Comments (9) Pingbacks (3)
  1. How did another moody slowed down version of happy pop song cynically put together for a movie trailer make it all the way to number 1?

    • You’re right that there are many covers like that these days, but for what it’s worth, “S.O.S.” was not used in the trailer. The song was not even released for months after the movie came out, until the band wanted to pay tribute to a murdered politician.

      • Also, I’d argue that Portishead’s motivations for recording the song were far from cynical. In the context of the movie High-Rise, “S.O.S.”‘s effect is devastating. If the band recorded the song for the sole purpose of having a hit, I’d agree with you, but self-interest is sorely lacking here.

        If any of these 50 songs get you smiling, humming, or thinking, then we’ve done our job. We hope they make you want to hear more from the artists involved, whether covered or covering.

  2. There is a little gem of a cover of the Patti Smith classic, “Dancing Barefoot”, by her Majesty. It is sexy and sultry and trippy.

  3. Disturbed’s Sound(s) of Silence? Come on! How could you leave this out???

  4. Great list! I really appreciate the trouble all of you go to over the course of the year listening and finding things and writing them up…and then making this list from among all those selections.
    See ya in 2017~

  5. C’mon man, And I Bid You Goodnight is a Joseph Spence song, and anyone writing about music should know that. And it had been covered many times (most notably by The Incredible String Band) before the Dead got to it.
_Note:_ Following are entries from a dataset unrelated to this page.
"""Who is together with whom: probabilities that two cases are in one class, and a partition.

Neither depends on what classes are called, so that both can be averaged over the number of
classes. Kept by distinct answers (units), never by pairs of cases; cases are looked up.
"""

from __future__ import annotations

from dataclasses import dataclass
from functools import cached_property
from typing import TYPE_CHECKING

import numpy as np

from bayeslca._typing import Floats, Ints, Seed
from bayeslca.assess.comparison.words import row_in_words
from bayeslca.assess.together.partition import Partition, point_partition
from bayeslca.exceptions import ModelError, near_names
from bayeslca.model.latent_class_model import LatentClassModel
from bayeslca.model.probabilities import membership
from bayeslca.posterior.membership import pattern_keys
from bayeslca.responses.responses import Responses
from bayeslca.responses.units import Units

if TYPE_CHECKING:
    import pandas as pd

    from bayeslca.posterior.posterior import Posterior

MOST_TOGETHER = 3000
"""More distinct response patterns than this get no matrix of who is together with whom."""
BATCHES = 20
"""Batches of draws, from whose spread Monte Carlo errors follow."""
MOST_WORK = 10**10
"""Multiplications; where there are many patterns, fewer draws are used."""
LEAST_DRAWS = 200
SAMPLED = 1000
"""Sampled partitions; fewer where they would hold more than so many numbers:"""
MOST_NUMBERS = 20_000_000


@dataclass(frozen=True, eq=False, repr=False)
class CoMembership:
    """How probably two cases are in one class, and the sets of cases that follow.

    Attributes
    ----------
    model : LatentClassModel
        Whose units these are.
    responses : Responses
    probability : ndarray, shape (U, U)
        P(in one class) of two *different* cases of these units; units in the order of
        ``units``. On the diagonal: two cases with the same answers.
    mcse : ndarray, shape (U, U)
        Monte Carlo standard errors, with that of the weights where numbers of classes are
        averaged over.
    partition : Partition
        The sets with the smallest expected variation of information.
    basis : str
        What it was averaged over, in words that can begin a sentence.
    """

    model: LatentClassModel
    responses: Responses
    probability: Floats
    mcse: Floats
    partition: Partition
    basis: str

    @cached_property
    def units(self) -> Units:
        """The distinct answers."""
        return self.model.units(self.responses)

    @cached_property
    def patterns(self) -> pd.DataFrame:
        """The set of each response pattern.

        A row per pattern (and group, where the model has groups): its answers and ``count``, then
        ``set`` ("A" for the largest), ``within``, the mean probability of being in one class with
        the other cases of its set (nan for a case alone), ``other_set``, the other set that it is
        nearest to, and ``other``, the same with that set's cases.
        """
        import pandas as pd

        means = self._mean_with_sets
        n_sets, labels = self.partition.n_sets, self.partition.labels
        rows = np.arange(labels.size)
        within = means[rows, labels]
        rest = means.copy()
        rest[rows, labels] = -1.0
        nearest = rest.argmax(axis=1)
        names = np.array([set_name(s) for s in range(n_sets)], dtype=object)
        alone = n_sets == 1
        return pd.concat(
            [
                pattern_keys(self.model, self.units),
                pd.DataFrame(
                    {
                        "set": names[labels],
                        "within": within,
                        "other_set": [None] * len(rows) if alone else names[nearest],
                        "other": np.nan if alone else rest[rows, nearest],
                    }
                ),
            ],
            axis=1,
        )

    @cached_property
    def sets(self) -> pd.DataFrame:
        """A row per ``set``: ``cases``, ``patterns``, ``within`` and ``between``.

        ``within``: mean probability that two different cases of the set are in one class (nan
        for a single case); ``between``: the same of a case of the set and a case of another.
        """
        import pandas as pd

        labels, count = self.partition.labels, self.units.count.astype(np.float64)
        rows = []
        for s in range(self.partition.n_sets):
            mine = labels == s
            pairs = np.outer(count[mine], count[mine]) - np.diag(count[mine])
            others = np.outer(count[mine], count[~mine])
            rows.append(
                {
                    "set": set_name(s),
                    "cases": int(count[mine].sum()),
                    "patterns": int(mine.sum()),
                    "within": _mean(self.probability[np.ix_(mine, mine)], pairs),
                    "between": _mean(self.probability[np.ix_(mine, ~mine)], others),
                }
            )
        return pd.DataFrame(rows)

    @property
    def verdict(self) -> str:
        """Into which sets the cases fall, and how surely, in words."""
        from bayeslca.assess.together.words import together_in_words

        return together_in_words(self)

    def cases(self) -> pd.DataFrame:
        """Return the set of each case, with the columns of ``patterns`` after its name.

        Cases without a single answer are in no set; neither are they looked up.
        """
        unit = self.units.unit_of_row
        frame = self.patterns[["set", "within", "other_set", "other"]].iloc[unit]
        frame = frame.reset_index(drop=True)
        frame.loc[unit < 0, :] = None
        frame.insert(0, "case", list(self.responses.row_names))
        if self.responses.is_table_of_patterns:
            frame.insert(1, "count", self.responses.counts)
        return frame

    def between(self, one: str, other: str) -> float:
        """Return the probability that two cases are in one class; 1 for a case and itself.

        Parameters
        ----------
        one, other : str
            Names of cases; of a row that stands for several cases, two different ones are meant.
        """
        a, b = self._unit_of(one), self._unit_of(other)
        if one == other and not self.responses.is_table_of_patterns:
            return 1.0
        return float(self.probability[a, b])

    def with_case(self, name: str) -> pd.DataFrame:
        """Return the other cases by falling probability of being in one class with a case.

        Returns
        -------
        DataFrame
            ``case``, ``probability`` and ``mcse``; cases without an answer are left out.
        """
        import pandas as pd

        mine, unit = self._unit_of(name), self.units.unit_of_row
        names = [str(row) for row in self.responses.row_names]
        keep = [
            row
            for row, other in enumerate(names)
            if unit[row] >= 0 and (other != str(name) or self.responses.is_table_of_patterns)
        ]
        frame = pd.DataFrame(
            {
                "case": [self.responses.row_names[row] for row in keep],
                "probability": self.probability[mine, unit[keep]],
                "mcse": self.mcse[mine, unit[keep]],
            }
        )
        return frame.sort_values("probability", ascending=False, kind="stable", ignore_index=True)

    @cached_property
    def _mean_with_sets(self) -> Floats:
        """Mean probability (U, sets) of a case with the other cases of each set."""
        labels, count = self.partition.labels, self.units.count.astype(np.float64)
        member = np.zeros((labels.size, self.partition.n_sets))
        member[np.arange(labels.size), labels] = count
        total = self.probability @ member
        numbers = np.broadcast_to(member.sum(axis=0), total.shape).copy()
        rows = np.arange(labels.size)
        total[rows, labels] -= np.diag(self.probability)  # a case and itself are no pair
        numbers[rows, labels] -= 1.0
        with np.errstate(invalid="ignore"):
            return np.asarray(np.where(numbers > 0, total / numbers, np.nan))

    def _unit_of(self, name: str) -> int:
        names = [str(row) for row in self.responses.row_names]
        if str(name) not in names:
            near = near_names(str(name), names)
            msg = f"there is no case {name!r}{near}. Name a case as it was read."
            raise ModelError(msg)
        unit = int(self.units.unit_of_row[names.index(str(name))])
        if unit < 0:
            msg = f"case {name!r} gave no answer, so that nothing tells whom it is together with."
            raise ModelError(msg)
        return unit

    def __repr__(self) -> str:
        return f"{self.sets.round(3).to_string(index=False)}\n\n{self.verdict}"


def co_membership(posterior: Posterior, *, seed: Seed = None) -> CoMembership:
    """Return who is together with whom, for a model with a fixed number of classes.

    Parameters
    ----------
    posterior : Posterior
    seed : int, numpy.random.Generator, numpy.random.SeedSequence or None
        Of the sampled partitions; by default it follows from the posterior's own seed.

    Raises
    ------
    ModelError
        When there are too many distinct response patterns.
    """
    check_size(posterior.units.n_units)
    rng = generator(posterior, seed)
    mean, error = together_of(posterior)
    splits = sampled_splits(
        posterior, most_sampled(posterior.units.n_units, posterior.model.n_classes), rng
    )
    return CoMembership(
        posterior.model,
        posterior.responses,
        mean,
        error,
        point_partition(splits, posterior.units.count, mean),
        basis=f"With {row_in_words(posterior.model.n_classes)}",
    )


def check_size(n_units: int) -> None:
    """Refuse more distinct response patterns than can be held pair by pair."""
    if n_units > MOST_TOGETHER:
        msg = (
            f"there are {n_units:,} distinct response patterns; who is together with whom is kept "
            f"for up to {MOST_TOGETHER:,}. Leave out items, or use the membership of each case."
        )
        raise ModelError(msg)


def generator(posterior: Posterior, seed: Seed) -> np.random.Generator:
    """Return the generator of the sampled partitions."""
    if seed is None:
        return np.random.default_rng([20261202, posterior.draws.seed or 0])
    return np.random.default_rng(seed)


def together_of(posterior: Posterior) -> tuple[Floats, Floats]:
    """Return P(two different cases are in one class) by units (U, U), and its Monte Carlo error."""
    units, n_classes = posterior.unit_table, posterior.model.n_classes
    if n_classes == 1:
        return np.ones((units.n_units,) * 2), np.zeros((units.n_units,) * 2)
    elements, prevalence = flat_draws(posterior)
    most = max(LEAST_DRAWS, MOST_WORK // (units.n_units**2 * n_classes))
    at = evenly(len(elements), most)
    mean = np.zeros((units.n_units,) * 2)
    square = np.zeros_like(mean)
    batches = np.array_split(at, BATCHES)
    for some in batches:
        share = membership(posterior.table, units, elements[some], prevalence[some])
        flat = share.transpose(1, 0, 2).reshape(units.n_units, -1)
        batch = flat @ flat.T / some.size
        mean += batch / BATCHES
        square += batch**2 / BATCHES
    error = np.sqrt(np.maximum(square - mean**2, 0.0) / (BATCHES - 1))
    return mean, error


def sampled_splits(posterior: Posterior, n: int, rng: np.random.Generator) -> Ints:
    """Sample partitions: the number of each unit's cases in each class, shape (n, U, K)."""
    elements, prevalence = flat_draws(posterior)
    at = evenly(len(elements), n)
    share = membership(posterior.table, posterior.unit_table, elements[at], prevalence[at])
    share /= share.sum(axis=2, keepdims=True)
    return np.asarray(rng.multinomial(posterior.unit_table.count, share), dtype=np.int32)


def most_sampled(n_units: int, n_classes: int) -> int:
    """Return how many partitions are sampled."""
    return max(LEAST_DRAWS, min(SAMPLED, MOST_NUMBERS // (n_units * n_classes)))


def flat_draws(posterior: Posterior) -> tuple[Floats, Floats]:
    """Return the draws of elements (S, E) and prevalences (S, groups, K), chain after chain."""
    draws = posterior.draws
    return (
        draws.flat_elements,
        draws.flat_prevalence,
    )


def evenly(n: int, most: int) -> Ints:
    """Return at most so many of n places, evenly spaced."""
    return np.unique(np.linspace(0, n - 1, max(1, min(n, most))).astype(np.int64))


def set_name(at: int) -> str:
    """Return the name of a set: A, B, ..., Z, A2, B2, ..."""
    letter, round_ = chr(ord("A") + at % 26), at // 26
    return letter if not round_ else f"{letter}{round_ + 1}"


def _mean(values: Floats, weights: Floats) -> float:
    total = float(weights.sum())
    return float((values * weights).sum() / total) if total > 0 else float("nan")
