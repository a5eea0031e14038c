"""Which cases are of one class, whatever the classes are called."""
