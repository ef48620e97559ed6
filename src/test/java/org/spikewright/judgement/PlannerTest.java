package org.spikewright.judgement;

import static org.assertj.core.api.Assertions.assertThat;
import static org.assertj.core.api.Assertions.within;

import java.util.ArrayList;
import java.util.List;
import java.util.Map;
import java.util.Optional;
import java.util.OptionalDouble;
import java.util.Random;
import java.util.TreeMap;
import java.util.stream.IntStream;
import org.junit.jupiter.api.Test;
import org.junit.jupiter.params.ParameterizedTest;
import org.junit.jupiter.params.provider.ValueSource;
import org.spikewright.fit.NativeEstimate;
import org.spikewright.fit.StraightLine;
import org.spikewright.judgement.RepeatAsk.Instrument;
import org.spikewright.judgement.RepeatAsk.MadeUp;
import org.spikewright.judgement.RepeatAsk.Noise;
import org.spikewright.judgement.RepeatAsk.OneVessel;
import org.spikewright.judgement.RepeatAsk.Stated;
import org.spikewright.judgement.RepeatAsk.Stock;
import org.spikewright.judgement.RepeatAsk.Vessel;
import org.spikewright.judgement.RepeatAsk.Weighed;
import org.spikewright.judgement.RepeatPlan.Portion;
import org.spikewright.judgement.RepeatPlan.Prepared;
import org.spikewright.judgement.RepeatPlan.Refused;
import org.spikewright.quantity.Unit;
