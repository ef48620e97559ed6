package org.spikewright.reading;

import static org.assertj.core.api.Assertions.assertThat;
import static org.assertj.core.api.Assertions.assertThatThrownBy;
import static org.assertj.core.api.Assertions.within;

import java.time.LocalDate;
import java.util.List;
import java.util.Map;
import java.util.Optional;
import java.util.OptionalDouble;
import java.util.Random;
import org.junit.jupiter.api.Test;
import org.junit.jupiter.params.ParameterizedTest;
import org.junit.jupiter.params.provider.CsvSource;
import org.spikewright.quantity.Measured;
import org.spikewright.quantity.PlusMinus;
import org.spikewright.quantity.PlusMinus.Meaning;
import org.spikewright.quantity.Quantity;
import org.spikewright.quantity.Unit;
import org.spikewright.reading.Accuracies.Accuracy;
import org.spikewright.reading.Tool.Kind;
import org.spikewright.reading.Tool.Point;

class ToolTest {
  private static final Unit UL = Unit.of("µL");
  private static final Unit ML = Unit.of("mL");

  /** 2 µL at 20, 1 µL at 100, 3 µL at 200. */
  private static final Tool PISTON =
      new Tool(
          "P200",
          Kind.PISTON_PIPETTE,
          UL,
          List.of(new Point(20, 2, 0.2), new Point(100, 1, 0.4), new Point(200, 3, 0.6)),
          true,
          PlusMinus.of(Meaning.STANDARD),
          "our certificate");

  private static Tool of(Kind kind, double volume, double error, double random) {
    List<Point> points = List.of(new Point(volume, error, random));
    return new Tool("glass", kind, ML, points, false, PlusMinus.RECTANGULAR, "");
  }

  private static Quantity microlitres(double value) {
    return new Quantity(value, UL);
  }

  /** Worked out by hand: linear between the points, level below, equal strokes above. */
  @ParameterizedTest(name = "{0} µL: ± {1} systematic, {2} random, relative, in {3} strokes")
  @CsvSource({
    "20, 0.1, 0.01, 1",
    "60, 0.025, 0.005, 1",
    "100, 0.01, 0.004, 1",
    "150, 0.013333333333333334, 0.0033333333333333335, 1",
    "200, 0.015, 0.003, 1",
    "10, 0.2, 0.02, 1",
    "200.00000001, 0.015, 0.003, 1",
    "400, 0.015, 0.0021213203435596424, 2",
    "300, 0.013333333333333334, 0.002357022603955158, 2"
  })
  void errorsGoLinearlyFromPointToPoint(
      double volume, double systematic, double random, double strokes) {
    Accuracy accuracy = PISTON.accuracy(microlitres(volume)).orElseThrow();
    assertThat(accuracy.systematic()).isCloseTo(systematic, within(1e-9));
    assertThat(accuracy.random()).isCloseTo(random, within(1e-9));
    assertThat(PISTON.strokes(microlitres(volume))).isEqualTo(strokes);
  }

  @Test
  void theOriginSaysWhatStandsInTheTable() {
    assertThat(PISTON.accuracy(microlitres(60)).orElseThrow().origin())
        .isEqualTo("P200: ± 1.5 µL, standard; random 0.3 µL; our certificate");
    assertThat(PISTON.accuracy(microlitres(400)).orElseThrow().origin())
        .contains("in 2 strokes", "± 3 µL");
    Tool flask = of(Kind.FLASK, 100, 0.1, 0);
    assertThat(flask.accuracy(new Quantity(0.1, Unit.of("L"))).orElseThrow())
        .isEqualTo(new Accuracy(0.1 / Math.sqrt(3) / 100, 0, "glass: ± 0.1 mL, rectangular"));
  }

  @Test
  void whatWasNotMeasuredHasNoError() {
    assertThat(PISTON.accuracy(microlitres(0))).isEmpty();
    assertThat(PISTON.refusal(microlitres(0))).isEmpty();
  }

  @ParameterizedTest(name = "{0} of {1} mL measures {2} mL: {3}")
  @CsvSource(
      nullValues = "yes",
      value = {
        "FLASK,100,100,yes",
        "FLASK,100,200,100 mL",
        "FLASK,100,99.9,100 mL",
        "PIPETTE,10,10,yes",
        "PIPETTE,10,20,yes",
        "PIPETTE,10,15,'10 mL, or a multiple of it'",
        "PIPETTE,10,5,'10 mL, or a multiple of it'",
        "PISTON_PIPETTE,1,3,yes"
      })
  void glasswareOfOneVolumeRefusesOthers(Kind kind, double of, double volume, String instead) {
    assertThat(of(kind, of, 0.1, 0).refusal(new Quantity(volume, ML)))
        .isEqualTo(Optional.ofNullable(instead));
  }

  @Test
  void aMassIsNoVolumeAndABalanceHasAnEnd() {
    Tool balance =
        new Tool(
            "balance",
            Kind.BALANCE,
            Unit.of("g"),
            List.of(new Point(0.02, 0.0002, 0), new Point(200, 0.0002, 0)),
            true,
            PlusMinus.RECTANGULAR,
            "");
    assertThat(balance.refusal(new Quantity(1, ML))).contains("a mass");
    assertThat(balance.refusal(new Quantity(201, Unit.of("g")))).contains("0.02 g to 200 g");
    assertThat(balance.refusal(new Quantity(5, Unit.of("mg")))).isEmpty();
    assertThat(balance.holds(new Quantity(5, Unit.of("mg")))).isFalse();
    assertThat(balance.holds(new Quantity(1, ML))).isFalse();
  }

  @Test
  void severalUsesOfOnePipetteShareTheirSystematicErrorOnly() {
    long seed = 11;
    Random random = new Random(seed);
    for (int i = 0; i < 500; i++) {
      double nominal = 0.1 + 10 * random.nextDouble();
      int times = 1 + random.nextInt(9);
      Tool pipette = of(Kind.PIPETTE, nominal, random.nextDouble(), random.nextDouble());
      Accuracy once = pipette.accuracy(new Quantity(nominal, ML)).orElseThrow();
      Accuracy often = pipette.accuracy(new Quantity(times * nominal, ML)).orElseThrow();
      assertThat(often.systematic()).as("seed %s", seed).isCloseTo(once.systematic(), within(1e-9));
      assertThat(often.random())
          .as("seed %s", seed)
          .isCloseTo(once.random() / Math.sqrt(times), within(1e-9));
    }
  }

  @Test
  void refusesPointsThatDoNotRise() {
    List<Point> falling = List.of(new Point(2, 1, 0), new Point(1, 1, 0));
    List<Point> none = List.of();
    List<Point> unknown = List.of(new Point(Double.NaN, 1, 0), new Point(2, 1, 0));
    for (List<Point> points : List.of(falling, none, unknown)) {
      assertThatThrownBy(
              () -> new Tool("x", Kind.BURETTE, ML, points, true, PlusMinus.RECTANGULAR, ""))
          .isInstanceOf(IllegalArgumentException.class);
    }
  }

  @ParameterizedTest(name = "{0} with k {1}: 1 stands for {2}")
  @CsvSource({
    "RECTANGULAR,0,0.5773502691896258",
    "TRIANGULAR,0,0.4082482904638631",
    "STANDARD,0,1",
    "EXPANDED,2,0.5",
    "EXPANDED,2.5,0.4"
  })
  void whatPlusMinusStandsFor(Meaning meaning, double k, double standard) {
    PlusMinus means = k > 0 ? PlusMinus.expanded(k) : PlusMinus.of(meaning);
    assertThat(means.standard(1)).isCloseTo(standard, within(1e-15));
    assertThat(means.meaning()).isEqualTo(meaning);
  }

  @Test
  void aStockKnowsEachOfItsAnalytes() {
    Measured cadmium = new Measured(new Quantity(2, Unit.of("mg/L")), OptionalDouble.of(0.02));
    Stock stock =
        new Stock(
            "mix",
            Optional.empty(),
            Map.of("Cd", cadmium, "Zn", Measured.exactly(new Quantity(5, Unit.of("mg/L")))),
            PlusMinus.expanded(2),
            "certificate 7",
            Optional.of(LocalDate.of(2026, 6, 30)));
    assertThat(stock.accuracy("Cd").orElseThrow())
        .isEqualTo(new Accuracy(0.005, 0, "mix: ± 0.02 mg/L, expanded, k = 2; certificate 7"));
    assertThat(stock.accuracy("Zn")).isEmpty();
    assertThat(stock.of("Pb")).isEmpty();
    assertThat(stock.bottle().isExpiredOn(LocalDate.of(2026, 6, 30))).isFalse();
    assertThat(stock.bottle().isExpiredOn(LocalDate.of(2026, 7, 1))).isTrue();
    assertThat(new Bottle("mix", Optional.empty()).isExpiredOn(LocalDate.MAX)).isFalse();
  }
}
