package org.spikewright.reading;

import static org.assertj.core.api.Assertions.assertThat;

import java.time.Duration;
import java.time.Instant;
import java.time.LocalDate;
import java.time.LocalTime;
import java.time.ZoneId;
import org.junit.jupiter.api.Test;
import org.junit.jupiter.params.ParameterizedTest;
import org.junit.jupiter.params.provider.CsvSource;

class LabCalendarTest {
  private static final LabCalendar LISBON = at("Europe/Lisbon", "06:00");

  private static LabCalendar at(String zone, String cutOff) {
    return new LabCalendar(ZoneId.of(zone), LocalTime.parse(cutOff));
  }

  @ParameterizedTest(name = "{0} belongs to {1}")
  @CsvSource({
    "2025-01-15T18:00:00Z,2025-01-15",
    "2025-01-16T05:59:59.999Z,2025-01-15",
    "2025-01-16T06:00:00Z,2025-01-16",
    "2025-07-16T04:59:59Z,2025-07-15",
    "2025-07-16T05:00:00Z,2025-07-16"
  })
  void aLabDayRunsFromCutOffToCutOff(Instant instant, LocalDate day) {
    assertThat(LISBON.dayOf(instant)).isEqualTo(day);
  }

  @ParameterizedTest(name = "{0} cut-off {1}: {2} lasts {3} h")
  @CsvSource({
    "Europe/Berlin,06:00,2025-03-29,23",
    "Europe/Berlin,06:00,2025-10-25,25",
    "Europe/Berlin,06:00,2025-10-26,24",
    "Europe/Berlin,02:30,2025-03-29,23.5",
    "Europe/Berlin,02:30,2025-03-30,23.5",
    "Africa/Cairo,00:00,2025-04-25,23",
    "UTC,06:00,2025-03-29,24"
  })
  void clockChangesMakeItShorterOrLonger(String zone, String cutOff, LocalDate day, double hours) {
    LabCalendar calendar = at(zone, cutOff);
    Duration length = Duration.between(calendar.startOf(day), calendar.endOf(day));
    // 02:30 is skipped on 30 March in Berlin: that day begins at 03:00 summer time, 01:00 UTC.
    assertThat(length.toMinutes()).isEqualTo(Math.round(hours * 60));
  }

  @Test
  void daysTileTheYearWithoutGapOrOverlapInEveryZoneTried() {
    for (String zone :
        new String[] {
          "Europe/Berlin",
          "America/New_York",
          "Africa/Cairo",
          "Asia/Kolkata",
          "Australia/Lord_Howe",
          "America/Sao_Paulo",
          "UTC"
        }) {
      for (String cutOff : new String[] {"00:00", "02:00", "02:30", "06:00", "23:59"}) {
        LabCalendar calendar = at(zone, cutOff);
        LocalDate last = LocalDate.of(2026, 1, 2);
        for (LocalDate day = LocalDate.of(2024, 12, 30);
            day.isBefore(last);
            day = day.plusDays(1)) {
          Instant start = calendar.startOf(day);
          assertThat(calendar.endOf(day)).isEqualTo(calendar.startOf(day.plusDays(1)));
          assertThat(calendar.dayOf(start)).as(zone + " " + cutOff + " " + day).isEqualTo(day);
          assertThat(calendar.dayOf(start.minusMillis(1)))
              .as(zone + " " + cutOff + " before " + day)
              .isEqualTo(day.minusDays(1));
        }
      }
    }
  }
}
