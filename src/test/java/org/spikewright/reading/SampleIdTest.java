package org.spikewright.reading;

import static org.assertj.core.api.Assertions.assertThat;

import org.junit.jupiter.api.Test;

class SampleIdTest {

  @Test
  void blanksAroundItAndItsUnicodeFormDoNotCount() {
    assertThat(new SampleId("  Mu\u0308-17\u2003")).isEqualTo(new SampleId("M\u00fc-17"));
    assertThat(new SampleId("\tW 1 ").text()).isEqualTo("W 1");
  }

  @Test
  void caseAndBlanksInsideCount() {
    assertThat(new SampleId("W-1")).isNotEqualTo(new SampleId("w-1"));
    assertThat(new SampleId("W 1")).isNotEqualTo(new SampleId("W  1"));
  }

  @Test
  void itIsOrderedByItsText() {
    assertThat(new SampleId("A")).isLessThan(new SampleId("B"));
    assertThat(new SampleId("A2").compareTo(new SampleId(" A2"))).isZero();
  }
}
If you want to make a list of “Best Cover of A Cover Song”, then you can include Sam Amidon covering the Grateful Dead covering The Incredible String Band covering Joseph Spence.

  6. thanks for the list. while a lot of the songs dont do much to me (as a cover and orginal) there were some nice finds in that i (as always not very observant) totally missed before but liked:
    Sinéad O’Connor cover, her voice sounded very nice on that track.
    really loved roy peaks version of miss ohio. has a nice bit more energetic take on it.
    Norah Jonescover was nice too
    Lucinda Williams made me emotional. so much thanks.
    i personaly would have gave 41 shots the first place from this songs.